Count how many lines of the data include the string "same", then say that number and stop.

Stored dataset items
========
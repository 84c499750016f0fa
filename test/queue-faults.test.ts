// Faults of the job queue (issue 15), on a real Redis (Debian's redis-server on a free loopback port):
// - a worker killed with SIGKILL in the middle of a job: the job goes to another worker, and the outputs are still
//   byte-identical to a local sift (nothing lost, nothing counted twice);
// - Redis unreachable: one line naming the URL, exit 1, no outputs, for both sift and worker;
// - Redis killed during a run: one line naming the URL, exit 1, no outputs; the invariants done so far are in the
//   cache and a re-run on a new server resumes from them, with the same outputs as a local sift.
import { afterAll, describe, expect, it } from 'vitest';
import { spawn, spawnSync } from 'node:child_process';
import { existsSync, mkdtempSync, readdirSync, writeFileSync } from 'node:fs';
import { tmpdir } from 'node:os';
import { join } from 'node:path';
import { generateLandscape } from '../src/demo/landscape.js';
import { sift } from '../src/landscape/sift.js';
import { openQueueExecutor } from '../src/queue/queue-executor.js';
import { freePort, startRedis, startWorker, type RedisServer, type WorkerProcess } from './helpers/redis.js';
import { outputsIn, outputsOf } from './helpers/sift-outputs.js';

const cli = join(process.cwd(), 'src', 'cli.ts');
const dir = mkdtempSync(join(tmpdir(), 'polysift-queue-faults-'));
const g = generateLandscape({ seed: 41, packings: 8, copiesPerPacking: 8, closePairs: 1 });
const cif = join(dir, 'run.cif');
const energies = join(dir, 'energies.csv');
writeFileSync(cif, g.cif);
writeFileSync(energies, g.energiesCsv);
// A deep PDD makes each job take a good fraction of a second, so a kill lands in the middle of one.
const K = 1500;
const base = { inputs: [cif], energiesFile: energies, k: K, threads: 1 };

const servers: RedisServer[] = [];
const workers: WorkerProcess[] = [];
afterAll(async () => {
  for (const w of workers) if (w.proc.exitCode === null && w.proc.signalCode === null) w.proc.kill('SIGKILL');
  await Promise.all(workers.map((w) => w.exited));
  for (const s of servers) await s.stop();
});

async function server(): Promise<RedisServer> {
  const s = await startRedis();
  servers.push(s);
  return s;
}
function worker(url: string, args: string[] = []): WorkerProcess {
  const w = startWorker(url, ['--threads', '1', '--stall-seconds', '1', ...args]);
  workers.push(w);
  return w;
}

/** Run the CLI (from the sources) to the end; stderr and exit code. */
function polysift(args: string[]): Promise<{ status: number | null; stderr: string; stdout: string }> {
  const child = spawn(process.execPath, ['--import', 'tsx', cli, ...args], { stdio: ['ignore', 'pipe', 'pipe'] });
  let stderr = '';
  let stdout = '';
  child.stdout.on('data', (d: Buffer) => (stdout += d.toString()));
  child.stderr.on('data', (d: Buffer) => (stderr += d.toString()));
  return new Promise((resolve) => child.on('close', (status) => resolve({ status, stderr, stdout })));
}

const local = sift(base);

// Several processes (Redis, workers, the sift) share a machine that may be busy: generous limits.
const TIMEOUT_MS = 300_000;

describe('job queue faults', () => {
  it('retries the job of a worker killed with SIGKILL mid-job on another worker, with identical outputs', async () => {
    const redis = await server();
    const ws = [worker(redis.url), worker(redis.url), worker(redis.url)];
    await Promise.all(ws.map((w) => w.waitFor(/serving the job queue/)));
    const executor = await openQueueExecutor(redis.url);
    try {
      const queued = sift({ ...base, executor, blocksPerJob: 8 });
      // The first worker to start a job is killed at once, with no chance to finish or hand it back.
      const [victim, started] = await Promise.race(ws.map((w) => w.waitFor(/: started$/).then((line) => [w, line] as const)));
      victim.proc.kill('SIGKILL');
      expect(await victim.exited).toBe(null);
      const killedJob = /job (\S+): started/.exec(started)![1];
      const run = await queued;
      expect(outputsOf(run)).toEqual(outputsOf(await local));
      // The killed worker never finished its job; another worker did, after the job's lock lapsed.
      expect(victim.log()).not.toContain(`job ${killedJob}: done`);
      const others = ws.filter((w) => w !== victim);
      expect(others.filter((w) => w.log().includes(`job ${killedJob}: done`))).toHaveLength(1);
      // 64 blocks, 8 per job: 8 jobs, each finished exactly once.
      const done = others.flatMap((w) => w.log().split('\n').filter((l) => l.includes(`job ${executor.siftId}.`) && / done in /.test(l)));
      expect(done).toHaveLength(8);
    } finally {
      await executor.close();
    }
  }, TIMEOUT_MS);

  it('says in one line that Redis cannot be reached, exits 1 and writes nothing (sift and worker)', async () => {
    const port = await freePort();
    const url = `redis://127.0.0.1:${port}`;
    const out = join(dir, 'unreachable');
    const r = await polysift(['sift', cif, '--out', out, '--queue', url, '--queue-patience', '1']);
    expect(r.status).toBe(1);
    expect(r.stderr).toBe(
      `polysift: cannot reach the job queue at ${url} (connect ECONNREFUSED 127.0.0.1:${port}); is redis-server running there and reachable from this machine?\n`,
    );
    expect(existsSync(out)).toBe(false);
    const w = spawnSync(process.execPath, ['--import', 'tsx', cli, 'worker', '--queue', url, '--queue-patience', '1'], { encoding: 'utf8' });
    expect(w.status).toBe(1);
    expect(w.stderr).toBe(r.stderr);
    const bad = spawnSync(process.execPath, ['--import', 'tsx', cli, 'worker', '--queue', 'http://example.invalid'], { encoding: 'utf8' });
    expect(bad.status).toBe(1);
    expect(bad.stderr).toBe("polysift: --queue must be a redis:// (or rediss://) URL, not 'http://example.invalid'\n");
  }, TIMEOUT_MS);

  it('stops in one line when Redis goes away mid-run, writes no outputs, and resumes from the cache on a re-run', async () => {
    const redis = await server();
    const w = worker(redis.url, ['--queue-patience', '2']);
    await w.waitFor(/serving the job queue/);
    const out = join(dir, 'lost');
    const args = ['sift', cif, '--energies', energies, '--out', out, '-k', String(K), '--job-size', '4', '--threads', '1', '--quiet'];
    // Kill the server once the worker has finished three jobs.
    const run = polysift([...args, '--queue', redis.url, '--queue-patience', '2']);
    await w.waitFor(/done in/);
    while ((w.log().match(/ done in /g) ?? []).length < 3) await new Promise((r) => setTimeout(r, 20));
    await redis.kill();
    const r = await run;
    expect(r.status).toBe(1);
    const lines = r.stderr.trimEnd().split('\n');
    expect(lines).toHaveLength(1);
    expect(lines[0]).toMatch(
      new RegExp(
        `^polysift: lost the job queue at ${redis.url.replace(/[.]/g, '\\.')}: the server went away and did not come back within 2 s \\(.*ECONNREFUSED.*\\); ` +
          'the invariants of (\\d+) structure\\(s\\) computed so far are saved in the cache, so the same command run again resumes from there$',
      ),
    );
    // What the sift had collected when the server died: whole jobs of 4, no more than the worker had finished.
    const saved = Number(/invariants of (\d+) structure/.exec(lines[0])![1]);
    const finished = (w.log().match(/ done in /g) ?? []).length;
    expect(saved).toBeGreaterThan(0);
    expect(saved % 4).toBe(0);
    expect(saved).toBeLessThanOrEqual(4 * finished);
    expect(saved).toBeLessThan(64);
    // No output file, only the cache folder.
    expect(readdirSync(out)).toEqual(['.polysift-cache']);
    // The worker gives up too, in one line, with exit code 1.
    expect(await w.exited).toBe(1);
    expect(w.log().trimEnd().split('\n').pop()).toMatch(new RegExp(`^polysift: lost the job queue at ${redis.url.replace(/[.]/g, '\\.')}: `));

    // A new server, a new worker: the re-run takes the saved invariants from the cache and sends only the rest.
    const again = await server();
    const w2 = worker(again.url);
    await w2.waitFor(/serving the job queue/);
    const r2 = await polysift([...args, '--queue', again.url, '--json']);
    expect(r2.status, r2.stderr).toBe(0);
    const summary = JSON.parse(r2.stdout) as { cache: { hits: number; misses: number } };
    expect(summary.cache).toMatchObject({ hits: saved, misses: 64 - saved });
    expect(outputsIn(out)).toEqual(outputsOf(await local));
  }, TIMEOUT_MS);
});
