// Sift on the job queue (issue 15): with the periodic sets and invariants run as BullMQ jobs by three
// `polysift worker` processes on a real Redis (Debian's redis-server on a free loopback port), the outputs are
// byte-identical to a local sift (project rule: only landscape.json's `run` field may differ); every job is done
// exactly once; two sifts on one queue at the same time each get their own results.
import { afterAll, beforeAll, describe, expect, it } from 'vitest';
import { mkdtempSync, writeFileSync } from 'node:fs';
import { tmpdir } from 'node:os';
import { join } from 'node:path';
import { generateLandscape } from '../src/demo/landscape.js';
import { sift, type SiftOptions } from '../src/landscape/sift.js';
import { openQueueExecutor } from '../src/queue/queue-executor.js';
import { startRedis, startWorker, type RedisServer, type WorkerProcess } from './helpers/redis.js';
import { outputsOf } from './helpers/sift-outputs.js';

const dir = mkdtempSync(join(tmpdir(), 'polysift-queue-'));
/**
 * A generated landscape with a block whose periodic set fails (atom site loop without rows): it must stay a rejected
 * row. With `window`, that block has the lowest energy of all, so the periodic-set jobs cannot tell which structures
 * the window keeps and the invariants stage sends a second round of jobs.
 */
function landscapeFiles(seed: number, name: string, window: boolean): SiftOptions {
  const g = generateLandscape({ seed, packings: 10, copiesPerPacking: 8, closePairs: 2, idPrefix: `${name}-` });
  const cif = join(dir, `${name}.cif`);
  const energies = join(dir, `${name}.csv`);
  writeFileSync(
    cif,
    `${g.cif}\ndata_${name}_no_sites\n_cell_length_a 5\n_cell_length_b 6\n_cell_length_c 7\n_cell_angle_alpha 90\n_cell_angle_beta 90\n_cell_angle_gamma 90\n` +
      `loop_\n_atom_site_label\n_atom_site_type_symbol\n_atom_site_fract_x\n_atom_site_fract_y\n_atom_site_fract_z\n`,
  );
  writeFileSync(energies, `${g.energiesCsv.trimEnd()}\n${name}_no_sites,-200\n`);
  return { inputs: [cif], energiesFile: energies, energyWindow: window ? 4 : null, threads: 1 };
}

let redis: RedisServer;
let workers: WorkerProcess[] = [];

beforeAll(async () => {
  redis = await startRedis();
  workers = [0, 1, 2].map(() => startWorker(redis.url, ['--threads', '1', '--stall-seconds', '2']));
  await Promise.all(workers.map((w) => w.waitFor(/serving the job queue/)));
});

afterAll(async () => {
  for (const w of workers) w.proc.kill('SIGTERM');
  await Promise.all(workers.map((w) => w.exited));
  await redis?.stop();
});

const doneLines = () => workers.flatMap((w) => w.log().split('\n').filter((l) => / done in /.test(l)));

describe('sift on the job queue', () => {
  it('gives byte-identical outputs with three workers, each job done once', async () => {
    const opts = landscapeFiles(31, 'a', false);
    const local = await sift(opts);
    const executor = await openQueueExecutor(redis.url);
    const before = doneLines().length;
    try {
      const queued = await sift({ ...opts, executor, blocksPerJob: 7 });
      expect(outputsOf(queued)).toEqual(outputsOf(local));
    } finally {
      await executor.close();
    }
    // 81 readable blocks, 7 per job: 12 jobs, each run exactly once, by more than one worker.
    const done = doneLines().slice(before);
    expect(done.length).toBe(12);
    const ids = done.map((l) => /job (\S+):/.exec(l)![1]);
    expect(new Set(ids).size).toBe(12);
    const busy = workers.filter((w) => / done in /.test(w.log())).length;
    expect(busy).toBeGreaterThanOrEqual(2);
    const rows = outputsOf(local)['structures.csv'].split('\n');
    expect(rows.filter((r) => r.startsWith('a_no_sites,') && r.includes(',rejected,'))).toHaveLength(1);
  });

  it('keeps two sifts on one queue apart, with an energy window and two rounds of jobs', async () => {
    const a = landscapeFiles(32, 'b', true);
    const b = landscapeFiles(33, 'c', false);
    const [la, lb] = [await sift(a), await sift(b)];
    expect(la.landscape.counts.outsideWindow).toBeGreaterThan(0);
    const [ea, eb] = [await openQueueExecutor(redis.url), await openQueueExecutor(redis.url)];
    expect(ea.siftId).not.toBe(eb.siftId);
    try {
      const [qa, qb] = await Promise.all([sift({ ...a, executor: ea, blocksPerJob: 5 }), sift({ ...b, executor: eb, blocksPerJob: 5 })]);
      expect(outputsOf(qa)).toEqual(outputsOf(la));
      expect(outputsOf(qb)).toEqual(outputsOf(lb));
      // The windowed sift needed a second round of jobs for the invariants; the other did not.
      const done = doneLines();
      expect(done.some((l) => l.includes(`job ${ea.siftId}.r2.`))).toBe(true);
      expect(done.some((l) => l.includes(`job ${eb.siftId}.r2.`))).toBe(false);
    } finally {
      await Promise.all([ea.close(), eb.close()]);
    }
  });

  it('refuses a job naming a task it does not know, and the sift says so', async () => {
    const executor = await openQueueExecutor(redis.url);
    try {
      await expect(executor.map('nonsense' as 'blocks', [{}])).rejects.toThrow(/^a job of this sift failed on a worker \(nonsense #0\): unknown task 'nonsense'$/);
    } finally {
      await executor.close();
    }
  });
});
========
◆ **Response to the exercise**: 3